Prussot narrowed his eyes, but the smirk of delight did not leave his face. "I'll believe your words when you back them with actions," he said, rising and coming around the corner of the table. Kajii started to stand, but Prussot pushed him back into the chair, leaning over him. Kajii smirked up at the taller male, but he felt the corner of his mouth tremble as Prussot lowered himself over him, straddling his thighs, then relaxing his weight against Kajii. He leaned his face closer to Kajii's, his crimson eyes narrowed to burning slits; Kajii, propping himself with one elbow against the back of the chair, pulled himself up slightly and putting a hand behind Prussot's head, met the taller male in the middle. Prussot's lips pressed against his hard, hard enough to bruise. Kajii parted his lips slightly, tantalizingly, letting Prussot think he was yielding. Prussot made a "what have we here?" grunt deep in his throat and slipped the tip of his tongue between the shorter man's lips, caressing the lining. Gotcha, Kajii thought, relaxing his jaw. Prussot's tongue slipped between his teeth; at that moment, he gently closed his teeth, trapping the other's tongue. Prussot gathered himself, slightly annoyed, but more surprised than anything else. Kajii relaxed, releasing him. Now I've got you at your own game, he thought.

"Hmm," Prussot said, rising, impressed, and reaching for his eyeglasses, replaced them on the bridge of his nose. "You're either a very good actor or there are undiscovered corners of your psyche, Mr. Kajii." Prussot strode to a desk in the far corner of the room; loosening the knot of his tie and undoing the top button of his shirt, he took a key from around his neck, and unlocking a drawer in the desk, took out a small keyfob.

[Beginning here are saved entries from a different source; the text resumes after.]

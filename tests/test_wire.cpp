// Wire catalogue: ASTM B258 gauges, IEC 60028 copper, IEC 60317 nominal sizes, spec parsing.
#include <catch2/catch.hpp>

#include <cmath>
#include <string>

#include "coilwright/error.hpp"
#include "coilwright/wire.hpp"

using namespace coilwright;
using Catch::Matchers::Contains;

namespace {
constexpr double kInch = 0.0254;
}

TEST_CASE("AWG diameters follow the ASTM B258 table", "[wire]") {
  // ASTM B258 table of nominal diameters in inches, tabulated to 0.0001 in (from memory); the
  // formula agrees to half a unit of the last tabulated digit.
  struct Row { int gauge; double inches; };
  const Row table[] = {{-3, 0.4600}, {0, 0.3249}, {10, 0.1019}, {14, 0.0641}, {20, 0.0320},
                       {24, 0.0201}, {30, 0.0100}, {36, 0.0050}, {40, 0.0031}};
  for (const auto& r : table) {
    INFO("AWG " << awg_name(r.gauge));
    CHECK(std::abs(awg_diameter_m(r.gauge) / kInch - r.inches) <= 0.5e-4 + 1e-12);
  }
  // The definition's anchors are exact: 0000 = 0.46 in, 36 = 0.005 in (ASTM B258).
  CHECK(awg_diameter_m(-3) == Approx(0.46 * kInch).epsilon(1e-12));
  CHECK(awg_diameter_m(36) == Approx(0.005 * kInch).epsilon(1e-14));
  CHECK_THROWS_AS(awg_diameter_m(57), InputError);
  CHECK_THROWS_AS(awg_diameter_m(-4), InputError);
}

TEST_CASE("annealed copper resistance per length matches the copper wire tables", "[wire]") {
  // Ohm per 1000 ft at 20 degC, NBS Handbook 100 "Copper Wire Tables" (1966), from memory; the
  // table gives four significant figures, so agreement to 0.05 % is what it can show.
  struct Row { int gauge; double ohm_per_kft; };
  const Row table[] = {{10, 0.9989}, {20, 10.15}, {30, 103.2}};
  for (const auto& r : table) {
    const Wire w = awg_wire(r.gauge);
    INFO("AWG " << r.gauge);
    CHECK(w.resistance_per_m(kReferenceTemperatureK) * 304.8 == Approx(r.ohm_per_kft).epsilon(5e-4));
  }
}

TEST_CASE("copper and aluminium follow their standards", "[wire]") {
  // IEC 60028: 1/58 ohm mm^2/m = 0.017241 ohm mm^2/m at 20 degC; 8.89 g/cm^3; alpha20 = 0.00393 /K.
  const Material cu = copper();
  CHECK(cu.resistivity_ohm_m * 1e6 == Approx(0.017241).margin(0.5e-6));  // 5 figures given
  CHECK(cu.density_kg_m3 == Approx(8890.0).epsilon(1e-12));
  // Temperature correction to 75 degC: factor 1 + 0.00393 x 55 = 1.21615 (IEC 60028 coefficient).
  CHECK(cu.resistivity_at(273.15 + 75.0) / cu.resistivity_ohm_m == Approx(1.21615).epsilon(1e-12));
  CHECK(cu.resistivity_at(kReferenceTemperatureK) / cu.resistivity_ohm_m == Approx(1.0).epsilon(1e-15));
  // IEC 60889 hard-drawn aluminium (from memory): 0.028264 ohm mm^2/m, 0.00403 /K, 2703 kg/m^3.
  const Material al = aluminium();
  CHECK(al.resistivity_ohm_m * 1e6 == Approx(0.028264).epsilon(1e-12));
  CHECK(al.alpha_per_K == Approx(0.00403).epsilon(1e-12));
  CHECK(al.density_kg_m3 == Approx(2703.0).epsilon(1e-12));
}

TEST_CASE("wire specs parse to the catalogue entries", "[wire]") {
  SECTION("AWG forms") {
    const Wire w = parse_wire("AWG 20");
    CHECK(w.form == WireForm::round);
    CHECK(w.bare_diameter_m == Approx(awg_diameter_m(20)).epsilon(1e-15));
    CHECK(w.grade == 2);
    CHECK(w.label == "AWG 20");
    CHECK(parse_wire("20 AWG").bare_diameter_m == Approx(w.bare_diameter_m).epsilon(1e-15));
    CHECK(parse_wire("AWG 4/0").bare_diameter_m == Approx(0.46 * kInch).epsilon(1e-12));
    CHECK(parse_wire("AWG 0000").bare_diameter_m == Approx(0.46 * kInch).epsilon(1e-12));
    CHECK(parse_wire("awg 1/0").bare_diameter_m == Approx(awg_diameter_m(0)).epsilon(1e-15));
    CHECK(parse_wire("AWG 56").bare_diameter_m == Approx(awg_diameter_m(56)).epsilon(1e-15));
  }
  SECTION("metric nominal diameters and grades") {
    const Wire g2 = parse_wire("0.8 mm");
    CHECK(g2.bare_diameter_m == Approx(0.8e-3).epsilon(1e-12));
    CHECK(g2.label == "0.8 mm");
    const Wire g1 = parse_wire("0.8 mm, grade 1");
    const Wire g3 = parse_wire("0.80 mm grade 3");
    CHECK(g1.outer_width_m() < g2.outer_width_m());
    CHECK(g2.outer_width_m() < g3.outer_width_m());
    CHECK(g1.label == "0.8 mm, grade 1");
    // Overall diameter within a few hundredths of a millimetre of the bare size (IEC 60317-0-1
    // increases for 0.8 mm are of order 0.05-0.1 mm, from memory).
    CHECK(g2.outer_width_m() - 0.8e-3 > 0.03e-3);
    CHECK(g2.outer_width_m() - 0.8e-3 < 0.12e-3);
  }
  SECTION("material") {
    const Wire w = parse_wire("AWG 10, aluminium");
    CHECK(w.material.name == "aluminium");
    CHECK(w.label == "AWG 10, aluminium");
    CHECK(parse_wire("1.0 mm copper").material.name == "copper");
  }
  SECTION("rectangular") {
    const Wire w = parse_wire("2.5 x 1.2 mm");
    CHECK(w.form == WireForm::rectangular);
    CHECK(w.bare_width_m == Approx(2.5e-3).epsilon(1e-12));
    CHECK(w.bare_thickness_m == Approx(1.2e-3).epsilon(1e-12));
    CHECK(w.conductor_area_m2() == Approx(3.0e-6).epsilon(1e-12));
  }
  SECTION("rejects what is not a wire") {
    CHECK_THROWS_WITH(parse_wire("0.7 mm"), Contains("0.670 mm or 0.710 mm"));
    CHECK_THROWS_WITH(parse_wire("AWG 57"), Contains("not an AWG gauge"));
    CHECK_THROWS_AS(parse_wire("AWG"), InputError);
    CHECK_THROWS_AS(parse_wire("0.8 A"), InputError);
    CHECK_THROWS_WITH(parse_wire("0.8 mm, grade 4"), Contains("grade"));
    CHECK_THROWS_AS(parse_wire(""), InputError);
  }
}

TEST_CASE("rounded corners reduce a rectangular conductor by (4 - pi) r^2", "[wire]") {
  const Wire w = rectangular_wire(4e-3, 2e-3, 0.5e-3, 0.05e-3);
  CHECK(w.conductor_area_m2() == Approx(8e-6 - (4.0 - M_PI) * 0.25e-6).epsilon(1e-12));
  CHECK(w.outer_width_m() == Approx(4.1e-3).epsilon(1e-12));
  CHECK_NOTHROW(w.validate());
  CHECK_THROWS_AS(rectangular_wire(4e-3, 2e-3, 1.5e-3, 0.0).validate(), InputError);
}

"Catch," he said, and tossed the key to Kajii, who fairly snatched it out of the air.

"Small things for small things," Kajii said, pocketing the key. "I'll see you get this back."

"Keep it, in case you should ever need it again."

"You're too good me, Mr. Prussot, but I would not wish to inconvenience you further," Kajii said. "I can find my way out: it's a bad night out there and I wouldn't want to trouble your manservants."

Prussot eyed him curiously. "As you wish, young man."

I'm going to have to divorce myself from Prussot as a fount of information before he pops the question... Kajii thought, joking to himself as he let himself out and made a dash for the elevator.